Campaign finance regulation is an endless game of Whac-A-Mole. There’s always something popping up to respond to new rules, from soft money to 527 groups to super PACs. This year, the scrutinized group pouring tens of millions into races is the 501(c)(4). That clunky IRS alphanumeric refers to nonprofit social welfare organizations. Because of a loophole, they can also finance political activity. Their donors can give as much as they want, with no public disclosure.
Our reporting on campaign finance with PBS’s Frontline got us thinking about a provocative question about anonymous donations. What’s the big problem with them, anyway?
Tackling the question is tricky because it’s so rarely asked. There are fierce arguments about campaign finance, of course, but they’re largely about who (or what) can give and how much. Few people publicly stick up for secret donations. The discourse is dominated by groups opposing secrecy, like Democracy 21, which is led by Fred Wertheimer.
“Secret money spent in elections leads to corruption and scandal,” Wertheimer says.
Try to argue against that and one sides with sinister-sounding things: secrecy, anonymity, dark money. All while the opponent stands with open government, sunshine laws, transparency. The very language of the debate is arrayed against the argument before the facts are even presented.
But some do make the counterargument, like John Samples of the libertarian Cato Institute. Ask him about anonymous donations, and he doesn’t use the word secret.
“I think they’re private in the sense that people have a right to be free of sort of undue harassment,” Samples argues.
He wraps anonymous giving in the blanket of privacy. There’s an important distinction between secret and private. Notre Dame psychology professor Anita Kelly spends a lot of time thinking about these issues, though outside the political sphere. She specializes in information people hide from each other. Through the lens of her research, secret and private are totally different.
“Secret information is information that we hide from another person or a group of people and we know that they expect access to that information,” Kelly explains. “Private information is hidden information that we keep and we understand other people don’t expect to know that information.”
It all depends on the expectations of the people from whom the information is hidden. Imagine a banker concealing embezzled money. That’s secret, because his boss and the bank’s shareholders expect to know what’s going on. But if he doesn’t tell his boss that he’s cheating on his wife, that’s private. It’s just not his company’s business. (“But it wouldn’t be private regarding his wife,” Kelly points out.)

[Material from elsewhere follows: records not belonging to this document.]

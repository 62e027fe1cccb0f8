package ladderwell.kernel.sentence;

import java.util.List;

/**
 * A stretch of a text.
 *
 * @param start where it begins
 * @param end where it ends, exclusive
 */
public record Place(int start, int end) {
    /** Longest piece of a line shown around a place. */
    private static final int WINDOW = 100;

    /** Most carets under a place. */
    private static final int CARETS = 60;

    /** Checks the order. */
    public Place {
        if (start < 0 || end < start) {
            throw new IllegalArgumentException("no text reaches from " + start + " to " + end);
        }
    }

    Place to(Place other) {
        return new Place(Math.min(start, other.start), Math.max(end, other.end));
    }

    /** The empty place just behind this one. */
    Place behind() {
        return new Place(end, end);
    }

    /** Whether a cursor touches it, at its end included. */
    boolean touches(int cursor) {
        return start <= cursor && cursor <= end;
    }

    /**
     * The line of the text on which this place begins, and under it carets that mark the place. Long lines are cut,
     * characters that cannot be shown are replaced.
     *
     * @param text the text this is a place of
     * @param firstLine the number of its first line
     */
    public List<String> marked(String text, int firstLine) {
        int at = Math.min(start, text.length());
        int lineStart = text.lastIndexOf('\n', at - 1) + 1;
        int lineEnd = text.indexOf('\n', at);
        lineEnd = lineEnd < 0 ? text.length() : lineEnd;
        int number = firstLine
                + (int) text.substring(0, lineStart)
                        .chars()
                        .filter(c -> c == '\n')
                        .count();
        int from = at - lineStart <= WINDOW * 2 / 3 ? lineStart : at - WINDOW / 2;
        int to = Math.min(lineEnd, Math.max(from + WINDOW, Math.min(end, at + CARETS)));
        String before = (from > lineStart ? "…" : "") + Words.shown(text.substring(from, at));
        String after = Words.shown(text.substring(at, to)).stripTrailing() + (to < lineEnd ? "…" : "");
        String label = "line " + number + ": ";
        int marked = Words.shown(text.substring(at, Math.max(at, Math.min(Math.min(end, to), at + CARETS))))
                .stripTrailing()
                .codePoints()
                .map(c -> 1)
                .sum();
        int indent = label.length() + (int) before.codePoints().count();
        return List.of(label + before + after, " ".repeat(indent) + "^".repeat(Math.max(1, marked)));
    }
}
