package ladderwell.kernel.sentence;

import java.util.List;

/**
 * What could replace a stretch of the text.
 *
 * @param place the stretch
 * @param offers the replacements, best first
 */
public record Offers(Place place, List<Offer> offers) {
    /** Copies the offers. */
    public Offers {
        offers = List.copyOf(offers);
    }

    /**
     * One replacement.
     *
     * @param text what is put in
     * @param kind what it is: noun, kind, key, value, unit, observable, or the noun of a declared name
     */
    public record Offer(String text, String kind) {}

    static Offers none(int cursor) {
        return new Offers(new Place(cursor, cursor), List.of());
    }
}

Kelly declined to rule on whether political giving is secret or private. Her field is psychology, not politics. But inviting political thinkers to work with her ideas produced some intriguing results.
“I think that’s a great framework,” says University of Chicago political philosopher Ben Laurence, who immediately knew which category he would place political donations in.

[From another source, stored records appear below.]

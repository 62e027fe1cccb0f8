package ladderwell.kernel.sentence;

import java.util.List;
import java.util.Optional;
import ladderwell.kernel.sentence.Outline.Clause;
import ladderwell.kernel.sentence.Piece.Sort;

/** Reads what a sentence lists. */
final class ItemList {
    private final Noun noun;
    private final Expressions expressions;

    ItemList(Noun noun, Expressions expressions) {
        this.noun = noun;
        this.expressions = expressions;
    }

    /**
     * What was found.
     *
     * @param items full names; none where they come from an expression that was not evaluated
     * @param clauses how many clauses were read
     */
    record Found(List<String> items, int clauses) {}

    /** Reads the first item. A name may hold commas, so that it takes several clauses; the longest name wins. */
    Found read(List<Clause> clauses) throws MisreadSentence {
        int most = noun.items().stream()
                .mapToInt(item -> item.words().split(",", -1).length)
                .max()
                .orElse(1);
        for (int n = Math.min(most, clauses.size()); n > 1; n--) {
            List<Clause> several = clauses.subList(0, n);
            if (several.stream().allMatch(clause -> clause.key().isEmpty())) {
                String name = String.join(
                        ", ",
                        several.stream()
                                .map(clause -> Outline.text(clause.value()))
                                .toList());
                Optional<Item> item = named(name);
                if (item.isPresent()) {
                    return new Found(List.of(item.get().words()), n);
                }
            }
        }
        return new Found(one(clauses.get(0).value()), 1);
    }

    private List<String> one(List<Piece> pieces) throws MisreadSentence {
        if (pieces.size() == 1 && pieces.get(0).is(Sort.JAVA)) {
            return evaluated(pieces.get(0));
        }
        if (pieces.size() == 1
                && pieces.get(0).is(Sort.QUOTED)
                && noun.items().stream().anyMatch(Item::quoted)) {
            return List.of('"' + pieces.get(0).text() + '"');
        }
        if (pieces.stream().allMatch(piece -> piece.is(Sort.WORD))) {
            Optional<Item> item = named(Outline.text(pieces));
            if (item.isPresent()) {
                return List.of(item.get().words());
            }
        }
        for (Item item : noun.items()) {
            int words = item.words().split(" ").length;
            if (item.numbered() && pieces.size() >= words && startsWith(pieces, item, words)) {
                return List.of(item.words() + " " + level(item, pieces, words));
            }
        }
        throw unknown(pieces);
    }

    private static boolean startsWith(List<Piece> pieces, Item item, int words) {
        return Words.plain(Outline.text(pieces.subList(0, words))).equals(Words.plain(item.words()));
    }

    private long level(Item item, List<Piece> pieces, int words) throws MisreadSentence {
        Key key = Key.count(item.words(), 0, Long.MAX_VALUE, "3", item.meaning());
        if (pieces.size() == words) {
            throw new MisreadSentence(
                    "a number is missing after '" + item.words() + "', as in '" + item.words() + " 3'",
                    pieces.get(words - 1).place().behind());
        }
        List<Term> terms = Term.of(pieces.subList(words, pieces.size()), expressions);
        if (terms.isEmpty()) {
            throw unknown(pieces);
        }
        return new Values(key, terms, new Values.Beyond() {
                    @Override
                    public MisreadSentence mistake(Term term, String complete) {
                        return new MisreadSentence(
                                Words.quoted(term.text()) + " is too much after " + Words.quoted(complete)
                                        + "; expected a comma or the end of the sentence",
                                term.place());
                    }

                    @Override
                    public boolean isEntry(Term term) {
                        return false;
                    }
                })
                .count();
    }

    private List<String> evaluated(Piece piece) throws MisreadSentence {
        Object value = expressions.value(piece.text().strip(), piece.place());
        if (value == Values.UNKNOWN) {
            return List.of();
        }
        String name = value instanceof CharSequence ? value.toString() : "";
        List<Piece> words = Pieces.of(name, 0, name.length()).stream()
                .map(word -> new Piece(word.sort(), word.text(), piece.place()))
                .toList();
        Optional<Item> item = named(name);
        if (item.isPresent()) {
            return List.of(item.get().words());
        }
        if (words.isEmpty() || !words.stream().allMatch(word -> word.is(Sort.WORD))) {
            throw new MisreadSentence(
                    Words.quoted("{" + piece.text().strip() + "}")
                            + " gives no text; expected the name of " + Words.article(sort()) + ", such as "
                            + noun.items().get(0).words(),
                    piece.place());
        }
        return one(words);
    }

    private Optional<Item> named(String name) {
        String typed = Words.plain(name);
        return noun.items().stream()
                .filter(item -> !item.numbered()
                        && !item.quoted()
                        && Words.plain(item.words()).equals(typed))
                .findFirst();
    }

    private String sort() {
        return noun.items().get(0).sort();
    }

    private MisreadSentence unknown(List<Piece> pieces) {
        for (int n = pieces.size() - 1; n > 0; n--) {
            if (n < 6 && named(Outline.text(pieces.subList(0, n))).isPresent()) {
                return new MisreadSentence(
                        "a comma is missing before "
                                + Words.quoted(pieces.get(n).typed()),
                        pieces.get(n).place());
            }
        }
        String typed = Outline.text(pieces);
        List<String> names = noun.items().stream().map(Item::typed).toList();
        Optional<String> near = Words.nearest(typed, names)
                .or(() -> Words.nearest(
                        pieces.get(0).text(),
                        noun.keys().stream().map(Key::word).toList()));
        return new MisreadSentence(
                Words.quoted(typed) + " is no " + sort()
                        + (near.isPresent() ? Words.didYouMean(near) : "; expected one of " + String.join("; ", names)),
                Outline.placeOf(pieces).orElse(new Place(0, 0)));
    }
}
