package ladderwell.kernel.sentence;

/**
 * Something that a sentence lists by its name: an observable.
 *
 * @param words its name in words, lower or mixed case: "spread of position"
 * @param numbered whether a whole number follows the words: "population of 3"
 * @param symbol how the trade writes it
 * @param unit what it measures: "a length"
 * @param meaning one line that says what it is
 */
public record Item(String words, boolean numbered, String symbol, String unit, String meaning) {}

“Citizens have a right to know who is behind the attack ads,” he contends. “Given that they have this right to know, the campaign contributions cross that line from privacy to secrecy.”
Another political philosopher, Georgetown University’s Jason Brennan, disagrees, saying donors deserve the anonymity in the same way voters do.
“If you know how people spend their money just in the same way that if you know how people vote and then you have power, you can use that to retaliate against those people,” Brennan says.
Brennan is in the same camp as Samples with his belief that donations are private, not secret. Disclosing campaign giving draws a road map for people in power to retaliate against those who gave to other candidates. For them, a check written to support a politician or idea is as private as the checkmark made behind the drawn curtain of a voting booth. Think of political donations as private instead of secret and they don’t sound so obviously diabolic.
Presented with Kelly’s framework, Tufts University philosopher Lionel McPherson first said he thought donors could give privately as long as groups buying political ads provide information about their leaders and agenda. But in a move befitting one who thinks deeply for a living, after further reflection, he offered a different solution, based on magnitude.
“There’s a big difference between giving $50 or $100 and giving $5 million,” McPherson says. “A person who’s giving $5 million, even if it’s that person’s legal right, seems to me that they no longer have a claim to privacy. They’re no longer really operating as a typical equal citizen.”
Those big checks McPherson is concerned about add up. The Center for Responsive Politics says six years ago, campaign spending by groups that don’t disclose their donors was minimal. But in 2010, anonymous donations accounted for four in 10 dollars spent by outside groups.
They’re spending even more this year — though how much won’t be fully known until after the election. And we still won’t know who gave. As for the question of what the big deal is about those donations, how people answer depends on whether they consider the giving secret or private.